Tom believed that the income-based ESA disproportionately impacts disabled people as opposed to those who might claim the benefit because of a short-term illness. “It is a policy that disables us more,” he said.
“Non-benefit-claimants have the right to full autonomy in love and relationships.”
He felt that many people often had enough difficulty accessing benefits, without the added obstacle of having to make relationship decisions based on them.
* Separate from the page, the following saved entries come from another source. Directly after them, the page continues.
"""The Design: a model matrix together with what its columns mean."""

from __future__ import annotations

from collections.abc import Sequence
from dataclasses import dataclass, field

import numpy as np

from nestfit.design._factor import Factor
from nestfit.design._partition import Partition
from nestfit.errors import ModelError

__all__ = ["ColumnInfo", "Design", "GroupStructure"]


@dataclass(frozen=True)
class ColumnInfo:
    """One design column: its name, the model term it belongs to, and its label in that term.

    Attributes
    ----------
    name : str
        Full column name, e.g. ``"head[H4]"`` or ``"Intercept"``.
    term : str
        The model term, e.g. ``"head"``, ``"Intercept"``, ``"C(a):C(b)"``.
    label : str or None
        The column's label within its term (a level, a block, a contrast name).
    """

    name: str
    term: str
    label: str | None = None


@dataclass(frozen=True, eq=False)
class GroupStructure:
    """The rows of a design are coding rows of one factor's levels: ``X = C[codes]``.

    Attributes
    ----------
    factor : Factor
        The factor whose level decides each row.
    coding : ndarray, shape (k, p)
        Row ``j`` is the design row of every observation at level ``j``.
    partition : Partition or None
        The partition of levels the model expresses, when it is a partition model.
    """

    factor: Factor
    coding: np.ndarray = field(repr=False)
    partition: Partition | None = None

    def __post_init__(self) -> None:
        coding = np.array(self.coding, dtype=np.float64)
        if coding.ndim != 2 or coding.shape[0] != self.factor.n_levels:
            raise ModelError(
                f"coding matrix has shape {coding.shape}; expected {self.factor.n_levels} rows, "
                f"one per level of {self.factor.name!r}"
            )
        coding.flags.writeable = False
        object.__setattr__(self, "coding", coding)


@dataclass(frozen=True, eq=False)
class Design:
    """A model matrix and its meaning.

    A design is either *dense* (an explicit ``n x p`` matrix, e.g. from a
    formula) or *grouped* (rows given by one factor, ``X = C[codes]``, which
    the fitter solves without building the matrix). Both describe their
    columns with :class:`ColumnInfo`.

    Attributes
    ----------
    name : str
        The model's name, used in comparison tables ("equal means", ...).
    columns : tuple of ColumnInfo
        One entry per column.
    n_rows : int
        Number of observations.
    description : str
        What the model claims, in words.
    matrix : ndarray or None
        The dense matrix (``None`` for a grouped design).
    groups : GroupStructure or None
        The group structure (``None`` for a dense design).
    """

    name: str
    columns: tuple[ColumnInfo, ...]
    n_rows: int
    description: str = ""
    matrix: np.ndarray | None = field(default=None, repr=False)
    groups: GroupStructure | None = field(default=None, repr=False)

    def __post_init__(self) -> None:
        if (self.matrix is None) == (self.groups is None):
            raise ModelError("a design needs exactly one of a dense matrix or a group structure")
        if self.matrix is not None:
            mat = np.array(self.matrix, dtype=np.float64)
            if mat.ndim != 2 or mat.shape != (self.n_rows, len(self.columns)):
                raise ModelError(
                    f"design {self.name!r}: matrix shape {mat.shape} does not match "
                    f"{self.n_rows} rows and {len(self.columns)} named columns"
                )
            mat.flags.writeable = False
            object.__setattr__(self, "matrix", mat)
        elif self.groups is not None:
            if self.groups.coding.shape[1] != len(self.columns):
                raise ModelError(
                    f"design {self.name!r}: coding has {self.groups.coding.shape[1]} columns "
                    f"but {len(self.columns)} are named"
                )
            if self.groups.factor.n_obs != self.n_rows:
                raise ModelError(f"design {self.name!r}: factor length differs from n_rows")
        names = [c.name for c in self.columns]
        if len(set(names)) != len(names):
            dup = sorted({x for x in names if names.count(x) > 1})
            raise ModelError(f"design {self.name!r} has duplicated column names {dup}")

    @classmethod
    def grouped(
        cls,
        name: str,
        factor: Factor,
        coding: np.ndarray,
        columns: Sequence[ColumnInfo],
        *,
        description: str = "",
        partition: Partition | None = None,
    ) -> Design:
        """A design whose rows are ``coding[factor.codes]``."""
        return cls(
            name=name,
            columns=tuple(columns),
            n_rows=factor.n_obs,
            description=description,
            groups=GroupStructure(factor, coding, partition),
        )

    @property
    def column_names(self) -> tuple[str, ...]:
        """Names of the columns, in order."""
        return tuple(c.name for c in self.columns)

    @property
    def n_columns(self) -> int:
        """Number of columns ``p``."""
        return len(self.columns)

    @property
    def terms(self) -> tuple[str, ...]:
        """The model terms, in column order, each once."""
        return tuple(dict.fromkeys(c.term for c in self.columns))

    @property
    def is_grouped(self) -> bool:
        """True when the design has group structure the fitter can exploit."""
        return self.groups is not None

    def to_dense(self) -> np.ndarray:
        """The ``n x p`` matrix (materialised for a grouped design)."""
        if self.matrix is not None:
            return self.matrix
        assert self.groups is not None
        return self.groups.coding[self.groups.factor.codes]

    def head(self, n: int = 6) -> np.ndarray:
        """The first ``n`` rows of the matrix, without building the rest."""
        if self.matrix is not None:
            return self.matrix[:n]
        assert self.groups is not None
        return self.groups.coding[self.groups.factor.codes[:n]]

    def __repr__(self) -> str:
        kind = "grouped" if self.is_grouped else "dense"
        cols = ", ".join(self.column_names[:6]) + (", ..." if self.n_columns > 6 else "")
        return f"Design({self.name!r}, {kind}, n={self.n_rows}, columns=[{cols}])"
Food bank charity the Trussell Trust has said one of the major reasons for people visiting their centres is delay or difficulty with processing benefit claims.
“Having fought for it, to then be punished because you are in love and desire autonomy and financial independence is really the icing on the cake,” he said.
Cathy, who lost the ESA she received as a result of her disability when she moved in with her partner Nick almost a year ago, says her sense of independence feels hugely compromised.
“It’s really limiting and frustrating because I want independence financially,” Cathy told us. “It’s really, really tough.”
The couple have tried not to let the situation affect their relationship, making cutbacks where they can, but “it does make things difficult”, Nick admitted. “It’s limited how much we go out and where we go.”
Nick is currently looking for better-paid jobs so he will have more money to support Cathy, but he feels like it would be far fairer for disabled people to have their benefits assessed on individual, rather than household, income.
“I don’t understand why my income should penalise Cathy, who needs ESA to support her,” he said.
A spokesperson for the Department for Work and Pensions told BuzzFeed News in a statement: “Income-related ESA is a means-tested benefit to help cover living expenses, so all household income is considered.”
They declined to comment on why household rather than individual income was considered the most appropriate assessment.
They also declined to comment on the current system’s implications for financial independence. “Additional disability support like Personal Independence Payment and Disability Living Allowance are unaffected by a partner’s income,” the spokesperson said.
But Haswell disputed the relevance of these benefits when it came to making assessments for ESA. “[DLA and PIP] are designed to be an additional payment to offset some of the additional costs of living with a disability,” she said. “It’s not supposed to provide anyone with an income. ESA is the income replacement.”
All of the couples BuzzFeed News spoke to who were receiving DLA said it was not enough to live on and was used for extra costs relating to their disability rather than general expenses.
Since the introduction of the Equalities Act 2010, an equalities impact assessment must be undertaken for all new legislation to ensure that it does not have a disproportionately adverse effect on any particular group. But because the introduction of income-related ESA, in the Welfare Reform Act 2007, predated this and has not been updated since, the policy has not been assessed in this way.
A spokesperson for the DWP confirmed this.
Haswell said there needed to be a recognition from the government that allocating ESA based on household rather than individual income has a negative impact on disabled people.
“There’s a group of people with disabilities or long-term limiting conditions for whom work might be desirable but simply might not be an option,” she said.
“The current legislation is actually having a prejudicial effect on disabled people’s life chances, particularly in terms of developing relationships.”
* Names and some details have been changed to protect identities.
Laura Silver is a reporter for BuzzFeed News and is based in London.